Round 1
Questions: Design a Distributed Job Scheduler with the following requirements:
Functional Requirements:
- Create and schedule a job. i) One-time job. ii) Recurring job. iii) Priority-based job can be scheduled.
- Can check the status of the Job.
Non-Functional Requirements:
- Job should be executed at least one time.
- No job should be lost.
- Scheduler should be highly available.
- Job should start executing within 5 seconds of its starting time.
- 1M jobs in a day can be scheduled and executed.

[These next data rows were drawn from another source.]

def _run_info(run: PlanRun, argv_text: str) -> Any:
    from optimizer.reporting.html import RunInfo

    return RunInfo(
        scenario_path=run.path,
        scenario_sha256=run.sha256,
        resolved_sha256=run.resolved_sha256,
        tool_version=tool_version(),
        generated=made_at(),
        plant=getattr(run.scenario, "plant", Path(run.path).stem),
        command=argv_text,
    )


def write_plan_outputs(run: PlanRun, target: Path, argv_text: str) -> list[Path]:
    """Write the plan's tables (CSV + XLSX), its JSON summary and its HTML report."""
    from optimizer.reporting.html import plan_report

    protect = [run.path]
    written = export.write_tables(target, run.tables, workbook="plan.xlsx", protect=protect)
    written.append(export.write_csv(target / "dwell.csv", run.dwell, protect=protect))
    html_text = plan_report(
        run.result,
        run.inputs,
        run.tables,
        info=_run_info(run, argv_text),
        curves=temperature_curves(run),
        methods=methods_used(run.dwell, run.scenario),
    )
    written.append(export.atomic_write_text(target / "report.html", html_text, protect=protect))
    written.append(
        export.write_json(target / "plan.json", plan_json(run, written), protect=protect)
    )
    return written


def plan_summary(run: PlanRun, ui: Ui) -> None:
    """Print the plan's summary and its tables readably."""
    from optimizer.planning.results import summary_text

    r = run.result
    ui.say(summary_text(r))
    if r.status.has_plan:
        ui.say(rich_table(run.tables["totals"], title="kg per product and shift"))
        ui.say(rich_table(run.tables["ovens"], title="Oven batches"))
        ui.say(rich_table(run.tables["tunnels"], title="Tunnel runs"))


def rich_table(table: pd.DataFrame, *, title: str) -> Table:
    """Any table as a rich table (numbers right-aligned, rounded for reading)."""
    from optimizer.reporting.html import COLUMN_LABELS, column_decimals, format_cell

    out = Table(title=title, title_justify="left", header_style="bold")
    numeric = {c: pd.api.types.is_numeric_dtype(table[c]) for c in table.columns}
    decimals = [column_decimals(table[c]) if numeric[c] else 2 for c in table.columns]
    for c in table.columns:
        label = COLUMN_LABELS.get(str(c), str(c).replace("_", " "))
        out.add_column(label, justify="right" if numeric[c] else "left")
    for row in table.itertuples(index=False, name=None):
        out.add_row(*(format_cell(v, d) for v, d in zip(row, decimals, strict=True)))
    return out


def _argv_text(argv: Sequence[str] | None) -> str:
    items = list(sys.argv[1:] if argv is None else argv)
    return " ".join(["corepace", *items])


def cmd_plan(args: argparse.Namespace, ui: Ui) -> int:
    """``corepace plan SCENARIO``: the shift plan, its tables and its report."""
    scenario = load(args.scenario, args)
    target = out_dir(args, args.scenario)
    run = run_plan(args.scenario, scenario, args, ui)
    _prepare_out(target)
    with ui.status("writing the report"):
        written = write_plan_outputs(run, target, args.argv_text)
    ui.emit_json(plan_json(run, written))
    plan_summary(run, ui)
    _written(ui, written)
    code = _status_code(run.result)
    r = run.result
    if code == EXIT_OK:
        ui.result(
            f"{r.status.value}: {r.total_kg:,.0f} kg over {len(r.shifts)} shift(s) → {target}"
        )
    else:
        for s in r.shortfalls:
            if not ui.human or ui.quiet:
                ui.problem(f"shortfall: {s.message}")
        ui.result(f"no feasible plan ({r.status.value}); diagnosis in {target / 'report.html'}")
    return code


# ---------------------------------------------------------------------------
# capacity
# ---------------------------------------------------------------------------

CAPACITY_TOLERANCE = 0.005
"""Relative width [-] at which the capacity search stops."""
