def calibrate(
    log: ProbeLog,
    geometry: Any,
    properties: Any,
    *,
    probes: Sequence[str] | None = None,
    fit_conductivity: bool = False,
    fit_offset: bool = False,
    h_bounds: tuple[float, float] = H_BOUNDS,
    conductivity_bounds: tuple[float, float] = CONDUCTIVITY_BOUNDS,
    offset_bounds: tuple[float, float] = OFFSET_BOUNDS,
    window: tuple[float, float] | None = None,
    air_temperature: float | None = None,
    bootstrap: int = BOOTSTRAP_DRAWS,
    seed: int = 0,
    n_cells: int | None = None,
    steps: int = DEFAULT_STEPS,
) -> Calibration:
    """Fit h (and optionally a conductivity factor and the probe offset) to a log.

    Parameters
    ----------
    log : ProbeLog
        The trial run (:func:`optimizer.probes.logs.read_log`).
    geometry : thermal.geometry shape
        The logged piece [m] (for a scenario product, its largest piece).
    properties : property object
        Its thermal properties (``thermal.foods``).
    probes : sequence of str, optional
        Core channels to fit (default every core channel); each is a piece.
    fit_conductivity : bool
        Also fit a factor on the conductivity.
    fit_offset : bool
        Also fit the probes' offset from the centre (one for all probes).
    h_bounds : tuple of float
        Bounds of h [W/(m² K)], > 0.
    conductivity_bounds : tuple of float
        Bounds of the conductivity factor [-], > 0.
    offset_bounds : tuple of float
        Bounds of the offset as a fraction of the shortest conduction length [-], in [0, 1].
    window : tuple of float, optional
        Part of the log to fit, from its first reading [s].
    air_temperature : float, optional
        Constant air temperature when the log has no air channel [°C].
    bootstrap : int
        Resamples of the probes (0: none) [-].
    seed : int
        Seed of the resampling.
    n_cells : int, optional
        Cells per direction of the model.
    steps : int
        Time steps of the model over the run.

    Returns
    -------
    Calibration

    Raises
    ------
    CalibrationError
        A log or option that cannot give a fit.
    """
    for label, (lo_b, hi_b), low_ok in (
        ("h_bounds", h_bounds, 0.0),
        ("conductivity_bounds", conductivity_bounds, 0.0),
    ):
        if not (math.isfinite(lo_b) and math.isfinite(hi_b) and low_ok < lo_b < hi_b):
            raise CalibrationError(f"{label}: needs 0 < low < high, got {lo_b!r}, {hi_b!r}")
    if not (0.0 <= offset_bounds[0] < offset_bounds[1] <= 1.0):
        raise CalibrationError(
            f"offset_bounds: needs 0 <= low < high <= 1, got {offset_bounds[0]!r}, "
            f"{offset_bounds[1]!r}"
        )
    names = ["log_h"]
    lo = [math.log(h_bounds[0])]
    hi = [math.log(h_bounds[1])]
    if fit_conductivity:
        names.append("conductivity_factor")
        lo.append(conductivity_bounds[0])
        hi.append(conductivity_bounds[1])
    if fit_offset:
        names.append("probe_offset")
        lo.append(offset_bounds[0] ** 2)
        hi.append(offset_bounds[1] ** 2)
    lo_a, hi_a = np.array(lo), np.array(hi)
    fixed = {"conductivity_factor": 1.0, "probe_offset": 0.0}
    prob = _problem(
        log,
        geometry,
        properties,
        probes,
        window,
        air_temperature,
        tuple(names),
        fixed,
        n_cells,
        steps,
    )
    counter = [0]
    cache: dict[bytes, tuple[NDArray, NDArray, NDArray, NDArray]] = {}

    def evaluate(x: NDArray) -> tuple[NDArray, NDArray, NDArray, NDArray]:
        """Used residuals and their Jacobian; model curves (K, n) and Jacobian (K, n, p)."""
        key = np.asarray(x, dtype=float).tobytes()
        if key not in cache:
            counter[0] += 1
            y, jac = prob.curves_and_jacobian(np.asarray(x, dtype=float))
            cache.clear()
            cache[key] = ((y - prob.measured)[prob.used], jac[prob.used], y, jac)
        return cache[key]

    x0 = _start(prob, lo_a, hi_a, counter)
    sol = optimize.least_squares(
        lambda x: evaluate(x)[0],
        x0,
        jac=lambda x: evaluate(x)[1],
        bounds=(lo_a, hi_a),
        method="trf",
        x_scale="jac",
        xtol=1e-9,
        ftol=1e-10,
        gtol=1e-10,
        max_nfev=60,
    )
    x_hat = sol.x
    r, jac, y_fit, jac_probes = evaluate(x_hat)
    n, p = r.size, x_hat.size
    dof = max(n - p, 1)
    ssr = float(r @ r)
    s2 = ssr / dof
    cov = s2 * np.linalg.pinv(jac.T @ jac)
    se = np.sqrt(np.maximum(np.diag(cov), 0.0))
    tq = float(stats.t.ppf(0.975, dof))
    with np.errstate(invalid="ignore", divide="ignore"):
        corr = cov / np.outer(se, se)
    corr = np.where(np.isfinite(corr), corr, 0.0)
    boot = _bootstrap(prob, x_hat, jac_probes, lo_a, hi_a, bootstrap, seed, counter)

    bounds_of = {
        "log_h": h_bounds,
        "conductivity_factor": conductivity_bounds,
        "probe_offset": offset_bounds,
    }
    est: dict[str, Estimate] = {}
    for j, name in enumerate(names):
        label = "h" if name == "log_h" else name
        est[label] = _estimate(
            label,
            float(x_hat[j]),
            tq * float(se[j]),
            None if boot is None else boot[:, j],
            bounds_of[name],
        )
    fits = []
    for k, c in enumerate(_channel_names(log, probes)):
        u = prob.used[k]
        res_k = (y_fit[k] - prob.measured[k])[u]
        fits.append(
            ProbeFit(
                c,
                prob.times,
                prob.measured[k],
                y_fit[k],
                u,
                float(np.sqrt(np.mean(res_k**2))) if res_k.size else math.nan,
            )
        )
    r_full = np.where(prob.used, y_fit - prob.measured, 0.0)
    lag1 = _lag1(r_full, prob.used)
    kf = est["conductivity_factor"].value if "conductivity_factor" in est else 1.0
    biot = _biot(geometry, properties, est["h"].value, kf, prob)
    warnings = _warnings(prob, est, corr, names, biot, lag1, boot is not None, fit_conductivity)
    idx = _window_index(log.times, window)
    return Calibration(
        h=est["h"],
        conductivity_factor=est.get("conductivity_factor"),
        probe_offset=est.get("probe_offset"),
        probes=tuple(fits),
        rms=float(math.sqrt(ssr / n)),
        n_points=n,
        dof=dof,
        correlation=corr,
        biot=biot,
        residual_lag1=lag1,
        warnings=tuple(warnings),
        window=(float(log.times[idx[0]]), float(log.times[idx[-1]])),
        air=prob.air,
        air_logged=None if log.air is None else log.air.values[idx],
        log_path=log.path,
        log_sha256=log.sha256,
        started=None if log.started is None else log.started.isoformat(sep=" "),
        evaluations=counter[0],
    )


def _channel_names(log: ProbeLog, probes: Sequence[str] | None) -> list[str]:
    return [c.name for c in log.cores] if probes is None else list(probes)


def _biot(geometry: Any, properties: Any, h: float, kf: float, prob: _Problem) -> float:
    length = min(length for _, length in geometry.directions)
    t_mean = float(np.nanmean(prob.measured))
    k = kf * float(np.asarray(properties.conductivity(t_mean)))
    return h * length / k


def _warnings(
    prob: _Problem,
    est: dict[str, Estimate],
    corr: NDArray,
    names: Sequence[str],
    biot: float,
    lag1: float,
    boot: bool,
    fit_conductivity: bool,
) -> list[str]:
    out: list[str] = []
    labels = ["h" if n == "log_h" else n for n in names]
    for i in range(len(labels)):
        for j in range(i + 1, len(labels)):
            if abs(corr[i, j]) > 0.95:
                out.append(
                    f"{labels[i]} and {labels[j]} are strongly correlated (r = {corr[i, j]:.2f}): "
                    f"the run cannot tell them apart; fix one of them"
                )
    h = est["h"]
    if h.high / h.low > 1.5:
        why = ""
        if biot > 20:
            why = (
                f" (Bi = {biot:.0f}: the surface follows the air, so the core hardly depends on h)"
            )
        out.append(
            f"h is poorly identified: 95 % interval {h.low:.1f} to {h.high:.1f} W/(m² K){why}"
        )
    elif biot > 20:
        out.append(
            f"Bi = {biot:.0f}: the surface follows the air; h matters little to the core "
            "and is known only roughly from this run"
        )
    for name in ("conductivity_factor", "probe_offset"):
        e = est.get(name)
        if e is not None and (e.high - e.low) > 0.4:
            out.append(f"{name} is poorly identified: 95 % interval {e.low:.2f} to {e.high:.2f}")
    if fit_conductivity and biot < 0.2:
        out.append(
            f"Bi = {biot:.2f}: the piece heats almost uniformly, so the run cannot tell the "
            "conductivity apart"
        )
    for e in est.values():
        # a probe offset of 0 (central) is the natural lower bound, not a warning
        if e.at_bound and not (e.name == "probe_offset" and e.value <= e.bounds[0] == 0.0):
            out.append(
                f"{e.name} = {e.value:.4g} is at its bound ({e.bounds[0]:g} to {e.bounds[1]:g}): "
                "the best fit may lie outside; widen the bounds or check the log"
            )
    air_mean = float(np.sum(prob.air.durations * prob.air.temperatures) / prob.air.total)
    moved = np.nanmax(np.abs(prob.measured - prob.start_core[:, None]), axis=1)
    room = np.abs(air_mean - prob.start_core)
    share = float(np.min(moved / np.maximum(room, 1e-9)))
    if share < 0.2:
        out.append(
            f"run too short: the core moved only {100 * share:.0f} % of the way from its "
            "start to the air temperature; h rests on the first part of the curve"
        )
    if lag1 > 0.8:
        out.append(
            f"residuals follow a trend (lag-1 correlation {lag1:.2f}): the model misses "
            "something in this run, and the Jacobian interval is likely too narrow"
        )
    if h.boot_low is not None and h.boot_high is not None:
        ratio = math.log(h.boot_high / h.boot_low) / max(math.log(h.high / h.low), 1e-300)
        if ratio > 3.0 and h.boot_high / h.boot_low > 1.01:
            out.append(
                f"the probes differ more than their reading noise explains: the bootstrap "
                f"interval ({h.boot_low:.4g} to {h.boot_high:.4g}) is {ratio:.0f} times as wide "
                "as the Jacobian one; quote the bootstrap interval"
            )
    if boot and prob.measured.shape[0] < 5:
        out.append(f"bootstrap over only {prob.measured.shape[0]} probes: its interval is coarse")
    return out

- Retry job execution within 15-20 mins if failed due to system crash or some retry-able error.
Core Entities:
- Job
* job_id * creation_timestamp * created_by * schedule_cron_syntax * status: [not_enqueued, enqueued, running, failed] * isRecurring * priority ? [Critical] * blob_url * execution_start_time
APIs:
a) Job Creation:
POST: /schedule/job -> Job_id
payload:
b) Check Status: GET: /check/job_status/{job_id} -> Status of job
Candidate's Approach
The candidate proposed a design that includes a job entity with necessary attributes and APIs for job creation and status checking. The design emphasizes reliability and availability, ensuring jobs are executed at least once and can be retried in case of failures.
Interviewer's Feedback
The interviewer appreciated the clarity of the functional and non-functional requirements. They suggested considering additional aspects such as load balancing and scaling strategies to handle high job volumes effectively.